И тут я почувствовал, что у меня начинают чесаться лопатки.
– Ой, – сказала Наташа и вдруг заорала. – Сюда! Мозг!
* * *Врачи оказались отличными профессионалами. Никто не орет: «Что за херня?!» или «Да не может этого быть!». Деловито суетятся вокруг, бросая короткие команды и сообщая непонятные и неинтересные мне сейчас показатели. И еще вводят что-то в трубочку, которая торчит из меня.
Я всматриваюсь в лицо Димы. Никто не вырывал у меня из рук «Пианино» (и попробовал бы он вырвать!), я по-прежнему играю на нем. Лицо Мецената вырисовывается все четче и четче. Оно уже не мультяшное, приобрело полутона и мелкие детали. Может быть, это мое подсознание постаралось, но теперь я вижу его глаза – очень перепуганные, за толстыми стеклами. Стекла для дальнозорких увеличивают, поэтому глаза кажутся расширенными от ужаса. Но это иллюзия, на самом деле они просто перепуганные. На висках выступили малюсенькие капельки пота.
Нестерпимо пахнет валерьянкой.
Я вдруг соображаю, что переход на сей раз что-то уж затянулся. Обычные несколько секунд давно истекли. Я прислушиваюсь к голосам врачей.
– Это не инсульт… Давление в норме.
– А энцефалограмма?
– Все так же…
Да, это не их заслуга, не их лекарства так подействовали.
Объяснение может быть только одно.
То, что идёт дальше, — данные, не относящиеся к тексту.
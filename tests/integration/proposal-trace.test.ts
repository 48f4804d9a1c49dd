// Tracing a probe on either side of a change proposal (server/http/trace-subject.server.ts): the
// effect's example probes link to the trace page "on base" and "on draft", and those traces give
// the group's 'before' and 'after' outcomes; the draft is read-only and read by the same roles as
// the proposal itself; another organisation's or device's proposal is a 404, bad input a 400. And
// the proposal page a refused submission lands on names each of the gate's reasons once.
// Semantics: PRODUCT.md §3 (trace), docs/decisions/010-change-proposals.md.

import { afterAll, describe, expect, test } from "vitest";
import { Site } from "#models/index";
import { getDatabase } from "#server/db/database.server";
import { createDevice } from "#server/services/devices.server";
import { createProposal } from "#server/services/proposals.server";
import { plain, wordsOf } from "../support/html";
import { attemptOf, details, EVERYONE, mailbox, makeTeam, MOLE, revisionCount, type Team } from "../support/proposal-team";

const sequelize = getDatabase();
afterAll(() => sequelize.close());

/** A proposal that moves the catch-all deny r4 first: the NOC (10.20.30.0/24) loses its logins on inside. */
async function lockoutProposal(team: Team): Promise<string> {
  const { environment } = mailbox();
  const proposal = await createProposal({ organisationId: team.organisationId, deviceId: team.deviceId }, details("Deny first"), { kind: "edit", attempt: attemptOf({ kind: "rule.move", ruleId: "r4", to: 1 }), message: "Moved inbound rule r4" }, team.members.author.actor, environment);
  return proposal.id;
}

type TraceJson = { outcome: string; ruleId: string | null };

describe("The effect's example probes open the trace on the base and on the draft", () => {
  test("Every 'Trace on base' and 'Trace on draft' link of the effect traces to the outcomes its group says, before and after; the device is untouched", async () => {
    const team = await makeTeam("trace-sides");
    const proposalId = await lockoutProposal(team);
    const reader = await team.members.trainee.client();
    const page = await reader.get(`${team.path}/proposals/${proposalId}`);
    expect(page.status).toBe(200);
    const html = plain(page.text);
    // Each group: its chips' outcomes, then its example probe's two links.
    const groups = [...html.matchAll(/data-testid="effect-group" data-key="([a-z-]+)>([a-z-]+)"[\s\S]*?data-testid="trace-links"><a [^>]*href="([^"]+)"[^>]*>Trace on base r1<\/a><a [^>]*href="([^"]+)"[^>]*>Trace on draft<\/a>/g)];
    expect(groups.length).toBeGreaterThan(0);
    for (const [, before, after, baseLink, draftLink] of groups) {
      expect(baseLink).toContain(`proposal=${proposalId}&side=base&`);
      expect(draftLink).toContain(`proposal=${proposalId}&side=draft&`);
      const api = (link: string) => link.replace(`${team.path}/analysis?`, `${team.path}/api/trace?`);
      const onBase = await reader.get(api(baseLink));
      const onDraft = await reader.get(api(draftLink));
      expect(onBase.status).toBe(200);
      expect((JSON.parse(onBase.text) as TraceJson).outcome, baseLink).toBe(before);
      expect((JSON.parse(onDraft.text) as TraceJson).outcome, draftLink).toBe(after);
      expect(onBase.headers.get("X-Sallyport-Revision")).toBe("1");
      expect(onDraft.headers.get("X-Sallyport-Revision")).toBeNull();
    }
    // The NOC's ssh on inside: a login with a second factor on the base, no answer on the draft (r4 decides), a login still on the live device.
    const probe = new URLSearchParams({ from: "10.20.30.5", interface: "inside", service: "ssh" }).toString();
    const trace = async (query: string) => JSON.parse((await reader.get(`${team.path}/api/trace?${query}`)).text) as TraceJson;
    expect(await trace(`${probe}&proposal=${proposalId}&side=base`)).toMatchObject({ outcome: "login-mfa", ruleId: "r1" });
    expect(await trace(`${probe}&proposal=${proposalId}`)).toMatchObject({ outcome: "silent", ruleId: "r4" });
    expect(await trace(probe)).toMatchObject({ outcome: "login-mfa", ruleId: "r1" });
    expect(await revisionCount(team.deviceId)).toBe(1);

    // The trace page itself says what it traces, read-only, and traces the probe on it (the whole trace: a plain link opens the walkthrough at its first step).
    const tracePage = wordsOf((await reader.get(`${team.path}/analysis?${probe}&proposal=${proposalId}&side=draft&reveal=all`)).text);
    expect(tracePage).toContain("Tracing a draft — not live");
    expect(tracePage).toMatch(/the draft of “ ?Deny first ?” \(version \d+, made on r ?1\)/);
    expect(tracePage).toContain("No answer: dropped by inbound rule r4");
    const basePage = wordsOf((await reader.get(`${team.path}/analysis?${probe}&proposal=${proposalId}&side=base`)).text);
    expect(basePage).toContain("Tracing the base of a proposal: r1");
  });

  test("Whoever may read the proposal may trace on its draft, nobody else; bad input is a 400, another device's or organisation's proposal a 404", async () => {
    const team = await makeTeam("trace-roles");
    const proposalId = await lockoutProposal(team);
    const probe = new URLSearchParams({ from: "10.20.30.5", interface: "inside", service: "ssh" }).toString();
    for (const who of EVERYONE) {
      const client = await team.members[who].client();
      const proposalPage = await client.get(`${team.path}/proposals/${proposalId}`);
      const draftTrace = await client.get(`${team.path}/api/trace?${probe}&proposal=${proposalId}`);
      // The same guard (PROPOSAL_READ_ROLE) decides both.
      expect(draftTrace.status, who).toBe(proposalPage.status);
    }
    const reader = await team.members.trainee.client();
    const status = async (query: string) => (await reader.get(`${team.path}/api/trace?${probe}&${query}`)).status;
    expect(await status("proposal=not-a-proposal")).toBe(400);
    expect(await status(`proposal=${proposalId}&side=middle`)).toBe(400);
    expect(await status("side=draft")).toBe(400);
    expect(await status("proposal=00000000-0000-4000-8000-000000000000")).toBe(404);
    expect((await reader.get(`${team.path}/analysis?${probe}&proposal=not-a-proposal`)).status).toBe(400);

    // The same proposal asked for on another device of the organisation: 404, as if it did not exist.
    const site = await Site.findOne({ where: { organisationId: team.organisationId } });
    const other = await createDevice(team.organisationId, site!.id, { ...MOLE, device: { ...MOLE.device, name: "mole-edge-2" } }, team.members.owner.actor, "created");
    expect((await reader.get(`/o/${team.slug}/devices/${other.id}/api/trace?${probe}&proposal=${proposalId}`)).status).toBe(404);

    // Another organisation's member: the device itself is a 404.
    const outsiders = await makeTeam("trace-outsider");
    const outsider = await outsiders.members.owner.client();
    expect((await outsider.get(`${team.path}/api/trace?${probe}&proposal=${proposalId}`)).status).toBe(404);
  });
});

describe("A refused submission names each reason once", () => {
  test("After the lockout guard refuses the submission, the page says each operator network's loss once, and the form points to it", async () => {
    const team = await makeTeam("reasons-once");
    const proposalId = await lockoutProposal(team);
    const author = await team.members.author.client();
    const refused = await author.post(`${team.path}/proposals/${proposalId}`, { intent: "submit", acknowledgement: "" });
    expect(refused.status).toBe(409);
    const text = wordsOf(refused.text);
    const count = (needle: string) => text.split(needle).length - 1;
    expect(count("Not submitted: the lockout guard blocks this change.")).toBeGreaterThan(0);
    // The gate's reason, once on the page (not in the form's message, not beside the field, not again in the effect).
    expect(count("Operator network “noc-net” would lose every login path")).toBe(1);
    expect(count("no login any more from 10.20.30.0/24")).toBe(1);
    expect(count("loses every login path")).toBe(0);
    expect(text).toContain("Why: Lockout guard and expectations, above.");
  });
});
Это «Пианино». Что-то оно разладило у меня в голове, и теперь тело меня не отпускает.
Сначала я радуюсь. Теперь я не «умру», и Дима не будет так переживать. Но тут же мою радость остужает скепсис. Я держусь в этой оболочке, судя по всему, только благодаря «Пианино». И что теперь – непрерывно теребить его в руках? Я пальцы в кровь сотру… Хотя нет, не успею, раньше меня одолеет сон. Человек без сна может прожить всего пару суток, меньше, чем без воды. Я проверял, я знаю.
И валерьянкой пахнет все сильнее.
– Дима! – говорю я. – Я не врал, ей-богу. Я… я воскресну.
Чувствую, что несу полную чушь. Надеюсь, доктора слишком заняты, чтобы вслушиваться. Воображаемое лицо Мецената искажает гримаса недоверия.
– Я потом напишу тебе! – у меня появилась идея. – Я напишу кодовое слово, чтобы ты знал – я живой. Только в другом… другой оболочке.
В присутствии врачей не могу произнести «в другом теле».
– Какое? – он, кажется, мне верит.
Ему очень хочется мне верить.
От запаха валерьянки у меня свербит в носу и текут слезы.
– Скажи сам.
Он наклоняется к моему уху и шепчет. Это целое предложение.
Я смеюсь.
– Я тебе напишу, – говорю я. – Удачи с выставкой.
И перестаю тереть «Пианино».
Свет гаснет…
Личность вторая
ПСИХОЛОГ
…чтобы ярко вспыхнуть.
Я снова вижу.
Я в оболочке, которая принадлежит зрячему.
Более того, зрячему, который развалился на шезлонге под ярким солнцем – пусть и в темных очках. Отлично. Будет время спокойно разобраться, кто я теперь. В руке – холодный стакан. Пробую. Это апельсиновый сок.